*WHAT IS NEEDED*
Using the records below, give the number of lines where the word "common" appears, with no further output.

*DATA TO PROCESS*
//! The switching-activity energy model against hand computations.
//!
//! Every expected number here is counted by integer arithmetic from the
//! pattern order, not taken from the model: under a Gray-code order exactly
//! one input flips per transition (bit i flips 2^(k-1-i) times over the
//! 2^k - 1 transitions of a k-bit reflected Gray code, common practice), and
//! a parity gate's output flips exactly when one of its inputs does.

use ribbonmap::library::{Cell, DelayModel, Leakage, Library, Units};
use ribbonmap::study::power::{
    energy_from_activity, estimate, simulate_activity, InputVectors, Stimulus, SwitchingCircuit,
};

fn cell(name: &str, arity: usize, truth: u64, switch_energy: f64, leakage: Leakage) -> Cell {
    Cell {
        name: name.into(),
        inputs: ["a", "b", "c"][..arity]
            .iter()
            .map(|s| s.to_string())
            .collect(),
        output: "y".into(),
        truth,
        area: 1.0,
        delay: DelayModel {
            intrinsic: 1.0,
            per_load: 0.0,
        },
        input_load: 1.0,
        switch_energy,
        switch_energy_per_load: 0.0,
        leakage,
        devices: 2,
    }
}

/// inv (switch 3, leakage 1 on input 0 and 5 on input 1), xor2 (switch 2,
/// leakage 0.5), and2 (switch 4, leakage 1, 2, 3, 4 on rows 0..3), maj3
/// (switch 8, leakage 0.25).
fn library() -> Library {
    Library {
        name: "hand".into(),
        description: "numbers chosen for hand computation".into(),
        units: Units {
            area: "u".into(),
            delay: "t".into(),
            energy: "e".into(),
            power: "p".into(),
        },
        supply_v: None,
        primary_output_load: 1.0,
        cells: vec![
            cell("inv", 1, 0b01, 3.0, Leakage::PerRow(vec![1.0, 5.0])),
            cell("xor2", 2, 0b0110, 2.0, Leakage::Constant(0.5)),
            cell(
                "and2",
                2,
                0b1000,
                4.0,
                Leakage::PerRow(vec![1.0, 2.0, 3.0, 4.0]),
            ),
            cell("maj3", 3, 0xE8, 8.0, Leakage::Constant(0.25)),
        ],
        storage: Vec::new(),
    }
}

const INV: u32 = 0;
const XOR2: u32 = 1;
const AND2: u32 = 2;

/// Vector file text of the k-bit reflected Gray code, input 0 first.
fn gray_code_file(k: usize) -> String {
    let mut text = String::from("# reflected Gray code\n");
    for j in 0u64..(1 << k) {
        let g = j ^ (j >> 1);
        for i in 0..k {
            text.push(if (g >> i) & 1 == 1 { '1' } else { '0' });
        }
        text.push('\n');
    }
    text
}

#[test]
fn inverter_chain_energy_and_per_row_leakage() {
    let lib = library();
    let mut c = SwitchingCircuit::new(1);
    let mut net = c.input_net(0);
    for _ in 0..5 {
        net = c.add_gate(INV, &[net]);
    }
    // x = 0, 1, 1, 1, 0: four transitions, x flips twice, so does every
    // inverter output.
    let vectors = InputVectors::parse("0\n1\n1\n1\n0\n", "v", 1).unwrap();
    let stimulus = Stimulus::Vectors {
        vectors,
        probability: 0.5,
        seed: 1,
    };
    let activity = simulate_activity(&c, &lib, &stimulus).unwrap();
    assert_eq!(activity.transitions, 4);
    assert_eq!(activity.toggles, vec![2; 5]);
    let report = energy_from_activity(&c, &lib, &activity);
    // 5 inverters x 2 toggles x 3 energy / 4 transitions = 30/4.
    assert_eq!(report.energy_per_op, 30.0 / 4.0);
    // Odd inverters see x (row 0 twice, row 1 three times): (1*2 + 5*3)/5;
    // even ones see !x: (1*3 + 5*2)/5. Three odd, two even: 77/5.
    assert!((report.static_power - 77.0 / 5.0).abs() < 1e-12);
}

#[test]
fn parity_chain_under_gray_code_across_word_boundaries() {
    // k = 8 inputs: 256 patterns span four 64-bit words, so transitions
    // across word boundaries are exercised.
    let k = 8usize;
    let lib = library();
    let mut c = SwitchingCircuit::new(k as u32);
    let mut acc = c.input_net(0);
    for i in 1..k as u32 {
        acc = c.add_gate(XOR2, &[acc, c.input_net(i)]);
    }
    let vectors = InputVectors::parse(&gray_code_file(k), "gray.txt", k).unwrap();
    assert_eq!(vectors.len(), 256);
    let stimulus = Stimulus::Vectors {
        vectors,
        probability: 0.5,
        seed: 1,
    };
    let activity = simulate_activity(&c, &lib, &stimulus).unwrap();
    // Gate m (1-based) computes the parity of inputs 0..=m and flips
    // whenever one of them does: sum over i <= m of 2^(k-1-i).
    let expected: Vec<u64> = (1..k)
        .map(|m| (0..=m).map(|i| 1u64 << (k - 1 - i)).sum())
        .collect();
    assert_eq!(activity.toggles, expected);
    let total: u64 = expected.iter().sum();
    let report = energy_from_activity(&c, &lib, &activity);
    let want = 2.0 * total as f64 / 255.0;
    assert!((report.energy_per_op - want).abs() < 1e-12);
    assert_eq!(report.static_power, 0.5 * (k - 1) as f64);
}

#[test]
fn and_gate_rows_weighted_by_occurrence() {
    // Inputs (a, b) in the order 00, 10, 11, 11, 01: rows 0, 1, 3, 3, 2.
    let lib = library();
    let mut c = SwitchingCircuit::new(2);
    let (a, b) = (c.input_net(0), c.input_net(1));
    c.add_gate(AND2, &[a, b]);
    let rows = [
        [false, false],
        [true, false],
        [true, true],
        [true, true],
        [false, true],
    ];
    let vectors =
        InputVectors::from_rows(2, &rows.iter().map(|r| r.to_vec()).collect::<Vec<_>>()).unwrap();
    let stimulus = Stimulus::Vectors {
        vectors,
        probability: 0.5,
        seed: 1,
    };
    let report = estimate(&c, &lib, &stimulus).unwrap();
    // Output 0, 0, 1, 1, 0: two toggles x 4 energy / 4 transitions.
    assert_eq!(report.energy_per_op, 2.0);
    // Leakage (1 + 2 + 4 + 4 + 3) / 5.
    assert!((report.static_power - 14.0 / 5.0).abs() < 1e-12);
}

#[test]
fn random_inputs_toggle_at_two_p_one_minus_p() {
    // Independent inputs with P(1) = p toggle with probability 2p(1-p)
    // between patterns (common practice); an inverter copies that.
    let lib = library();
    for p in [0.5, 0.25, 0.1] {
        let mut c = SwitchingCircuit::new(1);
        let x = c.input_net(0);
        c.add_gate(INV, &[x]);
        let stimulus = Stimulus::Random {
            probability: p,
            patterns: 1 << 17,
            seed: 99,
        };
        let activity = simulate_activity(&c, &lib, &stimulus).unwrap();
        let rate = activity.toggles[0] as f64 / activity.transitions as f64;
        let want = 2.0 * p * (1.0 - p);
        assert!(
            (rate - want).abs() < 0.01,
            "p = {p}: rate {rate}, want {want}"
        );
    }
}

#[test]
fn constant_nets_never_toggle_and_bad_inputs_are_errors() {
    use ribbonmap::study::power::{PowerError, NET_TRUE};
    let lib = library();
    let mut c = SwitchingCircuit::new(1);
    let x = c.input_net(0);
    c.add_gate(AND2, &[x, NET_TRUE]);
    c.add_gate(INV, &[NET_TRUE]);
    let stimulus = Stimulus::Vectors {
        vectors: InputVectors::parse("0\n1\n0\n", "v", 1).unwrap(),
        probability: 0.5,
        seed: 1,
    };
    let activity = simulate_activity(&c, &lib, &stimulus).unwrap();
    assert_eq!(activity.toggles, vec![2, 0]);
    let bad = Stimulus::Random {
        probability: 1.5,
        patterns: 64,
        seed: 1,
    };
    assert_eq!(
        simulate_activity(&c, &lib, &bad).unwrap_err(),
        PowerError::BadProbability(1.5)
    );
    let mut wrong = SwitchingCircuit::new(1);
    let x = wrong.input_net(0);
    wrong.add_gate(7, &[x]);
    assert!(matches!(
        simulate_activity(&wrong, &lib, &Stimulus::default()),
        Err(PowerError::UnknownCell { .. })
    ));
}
--
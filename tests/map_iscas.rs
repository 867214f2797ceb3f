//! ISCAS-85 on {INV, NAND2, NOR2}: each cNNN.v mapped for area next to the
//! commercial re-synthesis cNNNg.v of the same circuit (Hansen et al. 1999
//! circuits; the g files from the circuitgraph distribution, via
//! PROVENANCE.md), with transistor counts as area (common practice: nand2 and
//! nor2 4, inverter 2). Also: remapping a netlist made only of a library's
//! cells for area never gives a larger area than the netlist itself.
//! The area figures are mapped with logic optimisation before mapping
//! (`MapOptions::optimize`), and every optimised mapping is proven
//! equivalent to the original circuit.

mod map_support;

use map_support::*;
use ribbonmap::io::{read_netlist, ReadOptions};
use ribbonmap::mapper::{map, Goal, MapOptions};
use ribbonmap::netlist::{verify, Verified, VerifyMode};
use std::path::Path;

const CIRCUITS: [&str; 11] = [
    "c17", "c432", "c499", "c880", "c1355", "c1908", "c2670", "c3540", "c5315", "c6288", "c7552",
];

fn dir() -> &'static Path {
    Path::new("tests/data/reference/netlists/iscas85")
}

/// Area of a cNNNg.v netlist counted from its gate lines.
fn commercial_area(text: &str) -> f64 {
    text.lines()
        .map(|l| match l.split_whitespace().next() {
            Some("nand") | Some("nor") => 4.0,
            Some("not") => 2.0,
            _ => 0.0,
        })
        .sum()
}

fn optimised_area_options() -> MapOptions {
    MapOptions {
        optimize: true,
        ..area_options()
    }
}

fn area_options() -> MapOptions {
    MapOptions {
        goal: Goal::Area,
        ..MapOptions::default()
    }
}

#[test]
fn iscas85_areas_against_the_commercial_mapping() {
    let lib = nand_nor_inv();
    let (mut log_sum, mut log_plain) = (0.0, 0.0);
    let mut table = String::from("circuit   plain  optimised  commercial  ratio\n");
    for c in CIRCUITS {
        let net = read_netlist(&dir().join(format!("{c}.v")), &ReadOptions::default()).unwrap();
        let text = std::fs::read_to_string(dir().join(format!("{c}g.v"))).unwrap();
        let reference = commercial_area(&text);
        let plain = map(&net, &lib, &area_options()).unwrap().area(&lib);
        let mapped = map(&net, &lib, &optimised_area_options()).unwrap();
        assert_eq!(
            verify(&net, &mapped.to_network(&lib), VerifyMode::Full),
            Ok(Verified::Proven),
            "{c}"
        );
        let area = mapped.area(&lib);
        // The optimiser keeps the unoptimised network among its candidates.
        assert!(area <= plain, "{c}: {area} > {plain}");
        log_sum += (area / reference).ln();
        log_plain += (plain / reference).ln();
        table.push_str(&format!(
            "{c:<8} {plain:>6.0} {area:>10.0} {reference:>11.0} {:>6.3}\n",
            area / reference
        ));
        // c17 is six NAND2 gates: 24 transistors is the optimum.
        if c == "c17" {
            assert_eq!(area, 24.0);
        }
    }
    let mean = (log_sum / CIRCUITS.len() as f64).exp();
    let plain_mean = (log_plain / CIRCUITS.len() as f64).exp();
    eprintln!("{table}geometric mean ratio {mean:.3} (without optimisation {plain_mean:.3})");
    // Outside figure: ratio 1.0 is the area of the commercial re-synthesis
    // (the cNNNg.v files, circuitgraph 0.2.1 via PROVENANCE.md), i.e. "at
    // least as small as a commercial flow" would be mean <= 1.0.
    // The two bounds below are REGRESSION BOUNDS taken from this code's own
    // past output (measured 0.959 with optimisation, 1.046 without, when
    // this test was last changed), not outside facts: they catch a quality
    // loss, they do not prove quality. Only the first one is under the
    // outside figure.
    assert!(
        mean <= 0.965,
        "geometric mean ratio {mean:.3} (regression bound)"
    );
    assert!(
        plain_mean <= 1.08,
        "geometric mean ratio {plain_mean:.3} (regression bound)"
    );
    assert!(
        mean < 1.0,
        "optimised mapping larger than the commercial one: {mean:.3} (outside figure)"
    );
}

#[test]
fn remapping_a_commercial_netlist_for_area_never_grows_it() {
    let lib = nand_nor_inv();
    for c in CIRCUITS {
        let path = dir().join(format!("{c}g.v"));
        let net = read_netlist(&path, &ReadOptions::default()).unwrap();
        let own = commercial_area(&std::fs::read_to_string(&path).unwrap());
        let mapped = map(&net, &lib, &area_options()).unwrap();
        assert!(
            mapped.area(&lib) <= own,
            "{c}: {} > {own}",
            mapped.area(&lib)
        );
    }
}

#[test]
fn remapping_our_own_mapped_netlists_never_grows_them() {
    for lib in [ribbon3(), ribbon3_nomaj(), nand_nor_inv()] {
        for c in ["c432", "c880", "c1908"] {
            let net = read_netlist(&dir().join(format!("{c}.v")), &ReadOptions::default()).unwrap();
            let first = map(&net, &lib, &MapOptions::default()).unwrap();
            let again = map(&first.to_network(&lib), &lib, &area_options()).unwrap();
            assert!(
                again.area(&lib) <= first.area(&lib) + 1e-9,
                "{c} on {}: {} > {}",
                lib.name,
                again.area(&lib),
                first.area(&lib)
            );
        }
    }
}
...
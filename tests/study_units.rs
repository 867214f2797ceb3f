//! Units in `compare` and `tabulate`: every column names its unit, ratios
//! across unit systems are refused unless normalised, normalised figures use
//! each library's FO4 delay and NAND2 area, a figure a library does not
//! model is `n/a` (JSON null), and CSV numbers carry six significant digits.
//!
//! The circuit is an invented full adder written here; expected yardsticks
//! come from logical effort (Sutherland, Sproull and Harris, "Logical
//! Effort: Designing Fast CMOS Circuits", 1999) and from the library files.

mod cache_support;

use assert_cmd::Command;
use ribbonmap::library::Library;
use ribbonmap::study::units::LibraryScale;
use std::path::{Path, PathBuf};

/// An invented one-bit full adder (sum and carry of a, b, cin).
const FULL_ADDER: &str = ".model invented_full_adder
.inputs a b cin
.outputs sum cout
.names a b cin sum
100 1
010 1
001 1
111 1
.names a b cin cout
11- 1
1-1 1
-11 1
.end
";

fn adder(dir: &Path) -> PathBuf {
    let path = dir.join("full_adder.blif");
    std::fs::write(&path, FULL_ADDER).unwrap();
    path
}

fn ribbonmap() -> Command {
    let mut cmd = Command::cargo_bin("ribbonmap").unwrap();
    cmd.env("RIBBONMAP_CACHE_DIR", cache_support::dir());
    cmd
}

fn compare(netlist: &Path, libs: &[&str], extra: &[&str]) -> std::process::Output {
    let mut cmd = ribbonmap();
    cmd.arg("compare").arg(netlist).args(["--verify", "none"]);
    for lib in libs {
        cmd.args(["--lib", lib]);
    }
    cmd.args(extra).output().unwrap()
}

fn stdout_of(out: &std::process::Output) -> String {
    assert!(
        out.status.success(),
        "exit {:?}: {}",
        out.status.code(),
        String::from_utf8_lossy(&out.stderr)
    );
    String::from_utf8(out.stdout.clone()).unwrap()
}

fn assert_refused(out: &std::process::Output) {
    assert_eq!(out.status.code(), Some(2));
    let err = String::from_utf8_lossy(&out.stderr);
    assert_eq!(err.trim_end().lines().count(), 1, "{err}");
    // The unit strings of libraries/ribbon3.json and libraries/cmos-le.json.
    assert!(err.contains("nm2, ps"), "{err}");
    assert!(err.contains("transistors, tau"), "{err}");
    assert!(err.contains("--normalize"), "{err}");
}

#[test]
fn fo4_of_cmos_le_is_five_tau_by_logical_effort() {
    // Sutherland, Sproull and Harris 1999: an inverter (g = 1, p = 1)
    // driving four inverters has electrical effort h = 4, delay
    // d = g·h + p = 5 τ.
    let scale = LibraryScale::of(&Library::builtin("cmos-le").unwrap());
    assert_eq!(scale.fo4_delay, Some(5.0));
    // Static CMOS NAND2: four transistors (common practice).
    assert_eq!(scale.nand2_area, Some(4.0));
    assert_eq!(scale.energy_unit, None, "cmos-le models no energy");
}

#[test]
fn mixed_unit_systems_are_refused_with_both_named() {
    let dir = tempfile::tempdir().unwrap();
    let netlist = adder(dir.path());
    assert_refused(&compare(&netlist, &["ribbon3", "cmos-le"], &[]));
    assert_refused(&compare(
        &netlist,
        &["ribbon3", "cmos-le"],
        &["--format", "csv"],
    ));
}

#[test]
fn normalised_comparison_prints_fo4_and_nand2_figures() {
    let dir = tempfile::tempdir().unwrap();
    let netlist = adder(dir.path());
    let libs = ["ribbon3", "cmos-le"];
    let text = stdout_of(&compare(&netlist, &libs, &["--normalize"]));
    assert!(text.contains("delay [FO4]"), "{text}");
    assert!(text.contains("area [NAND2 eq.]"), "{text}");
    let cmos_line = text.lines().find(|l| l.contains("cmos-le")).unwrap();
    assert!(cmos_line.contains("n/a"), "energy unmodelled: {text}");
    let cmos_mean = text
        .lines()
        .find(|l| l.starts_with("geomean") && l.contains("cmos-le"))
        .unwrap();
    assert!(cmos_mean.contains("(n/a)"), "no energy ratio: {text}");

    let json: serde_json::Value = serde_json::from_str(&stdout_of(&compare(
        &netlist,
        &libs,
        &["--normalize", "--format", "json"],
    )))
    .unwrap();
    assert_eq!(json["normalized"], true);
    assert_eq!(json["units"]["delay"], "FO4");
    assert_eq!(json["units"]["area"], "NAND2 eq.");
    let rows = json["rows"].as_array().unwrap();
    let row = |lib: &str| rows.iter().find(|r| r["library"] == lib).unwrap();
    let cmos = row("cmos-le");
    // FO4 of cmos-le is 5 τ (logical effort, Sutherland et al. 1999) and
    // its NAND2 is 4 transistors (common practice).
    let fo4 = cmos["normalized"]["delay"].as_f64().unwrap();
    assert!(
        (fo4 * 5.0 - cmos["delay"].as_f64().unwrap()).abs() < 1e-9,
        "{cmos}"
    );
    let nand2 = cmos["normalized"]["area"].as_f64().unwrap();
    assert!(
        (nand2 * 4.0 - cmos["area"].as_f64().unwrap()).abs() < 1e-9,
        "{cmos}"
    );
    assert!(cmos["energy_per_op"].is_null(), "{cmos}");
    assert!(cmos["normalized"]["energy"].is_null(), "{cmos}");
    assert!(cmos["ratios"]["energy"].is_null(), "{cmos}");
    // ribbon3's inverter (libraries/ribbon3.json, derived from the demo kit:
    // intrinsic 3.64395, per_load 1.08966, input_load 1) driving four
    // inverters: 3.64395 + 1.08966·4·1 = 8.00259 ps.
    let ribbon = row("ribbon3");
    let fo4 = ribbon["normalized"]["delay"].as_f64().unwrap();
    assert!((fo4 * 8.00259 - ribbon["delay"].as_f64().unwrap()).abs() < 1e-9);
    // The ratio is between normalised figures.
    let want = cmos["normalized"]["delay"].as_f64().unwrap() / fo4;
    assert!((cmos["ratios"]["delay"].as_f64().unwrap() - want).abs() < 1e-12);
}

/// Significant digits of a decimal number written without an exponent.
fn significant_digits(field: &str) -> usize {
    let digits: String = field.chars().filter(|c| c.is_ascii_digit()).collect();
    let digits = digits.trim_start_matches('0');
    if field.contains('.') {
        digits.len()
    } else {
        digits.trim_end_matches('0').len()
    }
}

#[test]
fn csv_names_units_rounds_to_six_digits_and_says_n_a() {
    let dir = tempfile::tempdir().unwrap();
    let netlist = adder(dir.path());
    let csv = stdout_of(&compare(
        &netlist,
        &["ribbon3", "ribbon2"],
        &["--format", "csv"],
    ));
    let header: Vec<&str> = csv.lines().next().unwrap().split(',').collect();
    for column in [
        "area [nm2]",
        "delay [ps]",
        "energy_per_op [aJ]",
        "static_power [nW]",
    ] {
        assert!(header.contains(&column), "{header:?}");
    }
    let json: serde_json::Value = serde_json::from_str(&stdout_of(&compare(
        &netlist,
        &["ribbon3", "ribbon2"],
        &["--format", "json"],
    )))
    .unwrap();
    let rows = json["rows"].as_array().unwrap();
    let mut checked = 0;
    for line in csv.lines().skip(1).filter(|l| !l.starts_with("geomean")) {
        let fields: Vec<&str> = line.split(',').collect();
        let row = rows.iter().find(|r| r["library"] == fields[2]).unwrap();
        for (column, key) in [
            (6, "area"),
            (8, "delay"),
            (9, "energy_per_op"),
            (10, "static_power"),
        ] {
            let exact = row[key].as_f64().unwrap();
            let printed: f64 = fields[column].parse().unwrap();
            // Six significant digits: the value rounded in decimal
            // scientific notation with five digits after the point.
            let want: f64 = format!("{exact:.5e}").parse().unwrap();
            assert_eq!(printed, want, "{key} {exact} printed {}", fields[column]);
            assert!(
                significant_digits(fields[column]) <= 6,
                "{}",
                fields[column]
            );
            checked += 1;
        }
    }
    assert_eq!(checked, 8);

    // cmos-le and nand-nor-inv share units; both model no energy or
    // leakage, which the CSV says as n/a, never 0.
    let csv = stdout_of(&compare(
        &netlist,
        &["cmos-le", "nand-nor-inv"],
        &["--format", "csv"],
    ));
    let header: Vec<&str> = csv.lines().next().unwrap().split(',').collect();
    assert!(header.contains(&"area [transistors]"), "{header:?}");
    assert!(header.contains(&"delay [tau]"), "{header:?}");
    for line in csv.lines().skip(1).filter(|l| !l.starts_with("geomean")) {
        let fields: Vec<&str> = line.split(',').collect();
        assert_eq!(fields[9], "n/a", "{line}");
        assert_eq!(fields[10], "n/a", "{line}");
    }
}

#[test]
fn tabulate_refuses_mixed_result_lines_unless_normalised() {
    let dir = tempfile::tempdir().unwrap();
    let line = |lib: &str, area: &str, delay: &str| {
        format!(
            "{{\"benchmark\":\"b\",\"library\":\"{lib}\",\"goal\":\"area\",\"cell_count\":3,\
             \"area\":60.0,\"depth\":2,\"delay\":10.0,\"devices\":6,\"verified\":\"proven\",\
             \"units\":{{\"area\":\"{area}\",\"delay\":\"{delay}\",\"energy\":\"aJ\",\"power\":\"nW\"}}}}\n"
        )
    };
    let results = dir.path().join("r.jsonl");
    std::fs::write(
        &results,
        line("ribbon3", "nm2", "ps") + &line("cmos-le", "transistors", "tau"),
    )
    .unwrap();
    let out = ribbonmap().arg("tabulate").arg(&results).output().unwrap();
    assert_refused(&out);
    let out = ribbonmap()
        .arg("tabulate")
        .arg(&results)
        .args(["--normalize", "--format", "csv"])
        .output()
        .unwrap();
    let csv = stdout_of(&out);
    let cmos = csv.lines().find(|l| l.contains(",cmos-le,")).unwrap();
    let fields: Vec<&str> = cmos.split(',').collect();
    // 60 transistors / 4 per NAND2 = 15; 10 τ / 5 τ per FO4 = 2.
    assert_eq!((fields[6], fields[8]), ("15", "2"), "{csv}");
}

*OUTPUT OF THE TASK*
5